Given these cultural realities, how do we move beyond “hyper-segregated” communities characterized by individualism and materialism?

Theological foundations

– Diversity is integral to the church’s identity and mission – it has been diverse from its inception. 

– Jesus challenged the culture of his day – he was the first and greatest evangelizer.

– Like the people who lived in the time of Jesus, we encounter the Paschal Mystery (the life, death, and resurrection of Jesus) from the horizons of our own culture.

– Each culture has unique gifts and traditions that it brings to the church.

Reflection question 

What can we learn from Jesus’ life in regards to embracing diversity and the gifts of various cultures?

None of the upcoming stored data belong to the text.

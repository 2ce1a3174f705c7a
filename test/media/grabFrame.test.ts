import { afterAll, beforeAll, describe, expect, it } from 'vitest';
import { spawnSync } from 'node:child_process';
import { mkdtempSync, rmSync } from 'node:fs';
import { tmpdir } from 'node:os';
import { join } from 'node:path';
import sharp from 'sharp';
import { grabFramePng } from '../../src/media/grabFrame.js';
import { ffmpegPath } from '../../src/media/ffmpegPaths.js';
import { isKerrError } from '../../src/errors.js';

let dir = '';
let clip = '';
let rotated = '';

beforeAll(() => {
  dir = mkdtempSync(join(tmpdir(), 'kerrtrace-grab-'));
  clip = join(dir, 'black-then-white.mp4');
  rotated = join(dir, 'rotated.mp4');
  // 1 s black then 1 s white, 160×120 at 10 fps (tiny, so the test stays fast)
  const make = spawnSync(ffmpegPath(), ['-v', 'error', '-y',
    '-f', 'lavfi', '-i', 'color=c=black:s=160x120:r=10:d=1', '-f', 'lavfi', '-i', 'color=c=white:s=160x120:r=10:d=1',
    '-filter_complex', '[0:v][1:v]concat=n=2:v=1[v]', '-map', '[v]', '-c:v', 'libx264', '-pix_fmt', 'yuv420p', clip]);
  expect(make.status).toBe(0);
  const rot = spawnSync(ffmpegPath(), ['-v', 'error', '-y', '-i', clip, '-c', 'copy', '-metadata:s:v:0', 'rotate=90', rotated]);
  expect(rot.status).toBe(0);
});

afterAll(() => { if (dir) rmSync(dir, { recursive: true, force: true }); });

async function meanOf(png: Buffer): Promise<number> {
  const stats = await sharp(png).stats();
  return stats.channels[0]!.mean;
}

describe('grabFramePng', () => {
  it('returns the frame at the requested time as a PNG of the video size', async () => {
    const early = await grabFramePng(clip, 0.3);
    const late = await grabFramePng(clip, 1.5);
    expect(early.subarray(1, 4).toString('latin1')).toBe('PNG');
    const meta = await sharp(late).metadata();
    expect([meta.width, meta.height]).toEqual([160, 120]);
    expect(await meanOf(early)).toBeLessThan(30);
    expect(await meanOf(late)).toBeGreaterThan(225);
  });

  it('applies the rotation metadata, like the analysis (displayed orientation)', async () => {
    const meta = await sharp(await grabFramePng(rotated, 0.5)).metadata();
    expect([meta.width, meta.height]).toEqual([120, 160]);
  });

  it('fails clearly for a time past the end, a missing file and a negative time', async () => {
    const codeOf = async (p: Promise<unknown>) => { try { await p; return 'none'; } catch (e) { return isKerrError(e) ? e.code : String(e); } };
    expect(await codeOf(grabFramePng(clip, 30))).toBe('FFMPEG_FAILED');
    expect(await codeOf(grabFramePng(join(dir, 'missing.mp4'), 0))).toBe('FILE_NOT_FOUND');
    expect(await codeOf(grabFramePng(clip, -1))).toBe('BAD_ARGUMENT');
  });
});
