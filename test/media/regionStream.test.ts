import { afterAll, beforeAll, describe, expect, it } from 'vitest';
import { existsSync } from 'node:fs';
import { openRegionStream } from '../../src/media/regionStream.js';
import { openFrameStream } from '../../src/media/frameStream.js';
import { decoderThreads, rawPipesArgs } from '../../src/media/rawVideoPipes.js';
import { execFile } from 'node:child_process';
import { promisify } from 'node:util';
import { ffmpegPath } from '../../src/media/ffmpegPaths.js';
import { probeMedia } from '../../src/media/probe.js';
import { KerrError } from '../../src/errors.js';
import { ffprobeFrameTimes, makeClip, tempDir } from '../helpers/makeClip.js';
import { OUTSIDE } from '../setup/outsideSources.js';

describe('openRegionStream', () => {
  let tmp: Awaited<ReturnType<typeof tempDir>>;
  let clip: string;
  beforeAll(async () => {
    tmp = await tempDir('regions');
    clip = await makeClip(tmp.dir, 'c.mp4', { width: 160, height: 120, fps: 20, durationS: 1.5, source: 'testsrc2' });
  });
  afterAll(async () => { await tmp.cleanup(); });

  it('delivers each region\'s aligned crop with exactly the pixels of the whole frame (Y, U and V planes)', async () => {
    const regions = [{ x: 3, y: 5, w: 10, h: 7 }, { x: 100, y: 60, w: 40, h: 30 }, { x: 0, y: 0, w: 160, h: 120 }];
    const stream = openRegionStream(clip, regions);
    const layout = await stream.layout();
    expect(layout.crops).toEqual([{ x: 2, y: 4, w: 12, h: 8 }, { x: 100, y: 60, w: 40, h: 30 }, { x: 0, y: 0, w: 160, h: 120 }]);
    expect(layout.offsets[0]).toEqual({ x: 1, y: 1, w: 10, h: 7 });
    const wholes: Uint8Array[] = [];
    for await (const f of openFrameStream(clip, { maxFrames: 5 })) wholes.push(f.data.slice());
    let n = 0;
    for await (const set of stream) {
      if (set.index >= 5) break;
      const whole = wholes[set.index]!;
      layout.crops.forEach((c, k) => {
        const frame = set.regions[k]!;
        expect([frame.width, frame.height]).toEqual([c.w, c.h]);
        const cw = c.w >> 1, ch = c.h >> 1;
        for (let y = 0; y < c.h; y++) for (let x = 0; x < c.w; x++) expect(frame.data[y * c.w + x]).toBe(whole[(c.y + y) * 160 + c.x + x]);
        for (const plane of [0, 1]) {
          const cropBase = c.w * c.h + plane * cw * ch;
          const wholeBase = 160 * 120 + plane * 80 * 60;
          for (let y = 0; y < ch; y++) for (let x = 0; x < cw; x++) expect(frame.data[cropBase + y * cw + x]).toBe(whole[wholeBase + (c.y / 2 + y) * 80 + c.x / 2 + x]);
        }
      });
      n++;
    }
    expect(n).toBe(5);
    expect(existsSync(`/proc/${(await stream.closed())!.pid}`)).toBe(false);
  });

  it('times frames by the container timestamps (ffprobe per-frame pts of a variable-frame-rate clip)', { tags: [OUTSIDE.ffprobe] }, async () => {
    const vfr = await makeClip(tmp.dir, 'vfr.mp4', { width: 160, height: 120, fps: 30, durationS: 1.5, vfr: true });
    const reference = await ffprobeFrameTimes(vfr);
    const times: number[] = [];
    for await (const set of openRegionStream(vfr, [{ x: 0, y: 0, w: 8, h: 8 }, { x: 80, y: 80, w: 8, h: 8 }])) times.push(set.timeS);
    expect(times.length).toBe(reference.length);
    times.forEach((t, i) => expect(Math.abs(t - reference[i]!)).toBeLessThan(1e-6));
  });

  it('uses one decode: split then crop, one pipe per region', async () => {
    const probe = await probeMedia(clip);
    const args = rawPipesArgs({ probe, outputs: [{ filter: 'crop=8:8:0:0', width: 8, height: 8 }, { filter: 'crop=8:8:8:8', width: 8, height: 8 }], expectedFrames: 30, pixelFormat: 'yuv420p' });
    expect(args.filter((a) => a === '-i').length).toBe(1);
    expect(args.join(' ')).toContain('split=2');
    expect(args).toContain('pipe:1');
    expect(args).toContain('pipe:3');
  });

  it('decodes with more threads than ffmpeg would pick, and the pixels are those of a one-thread decode', async () => {
    const probe = await probeMedia(clip);
    const args = rawPipesArgs({ probe, outputs: [{ filter: '', width: 160, height: 120 }], expectedFrames: 30, pixelFormat: 'yuv420p' });
    expect(args[args.indexOf('-threads') + 1]).toBe(String(decoderThreads()));
    expect(args.indexOf('-threads')).toBeLessThan(args.indexOf('-i')); // a decoder option, before the input
    // the reference: ffmpeg itself, one decoding thread, the same raw 4:2:0 frames
    const { stdout } = await promisify(execFile)(ffmpegPath(), ['-v', 'error', '-threads', '1', '-i', clip, '-vsync', '0', '-f', 'rawvideo', '-pix_fmt', 'yuv420p', '-'], { encoding: 'buffer', maxBuffer: 1 << 26 });
    const frameBytes = 160 * 120 * 3 / 2;
    let n = 0;
    for await (const f of openFrameStream(clip)) {
      expect(Buffer.from(f.data.subarray(0, frameBytes)).equals(stdout.subarray(n * frameBytes, (n + 1) * frameBytes))).toBe(true);
      n++;
    }
    expect(n * frameBytes).toBe(stdout.length);
  });

  it('ends a truncated file with TRUNCATED_MEDIA and refuses regions outside the frame', async () => {
    const cut = await makeClip(tmp.dir, 'cut.mp4', { width: 160, height: 120, fps: 30, durationS: 2, truncateFraction: 0.5 });
    await expect((async () => { for await (const s of openRegionStream(cut, [{ x: 0, y: 0, w: 8, h: 8 }, { x: 8, y: 8, w: 8, h: 8 }])) void s; })())
      .rejects.toMatchObject({ code: 'TRUNCATED_MEDIA', details: { framesExpected: 60 } });
    const stream = openRegionStream(clip, [{ x: 150, y: 0, w: 20, h: 8 }]);
    await expect(stream.layout()).rejects.toBeInstanceOf(KerrError);
    expect(stream.pid).toBeUndefined();
  });
});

Other issues and challenges

– Parishes are called to be welcoming places of education and celebration of faith – a pressing issue is how to equip parishes to more fully welcome and embody diversity. 

– Worship is the foundation of Catholic identity and reflects what we believe – we must be attentive to the diversity that is present (or absent) in those who gathers for worship.

– Cultural diversity demands that leaders in the church be trained with an awareness and appreciation of the many cultural contexts within our faith communities.

– It is important to engage youth and young adults in the life of the mission of the church today and this is especially true as it relates to the various cultures in our archdiocese.

Reflection question

How can our parishes and our worship welcome cultural diversity and be more representative of the cultural diversity that is part of our church and society?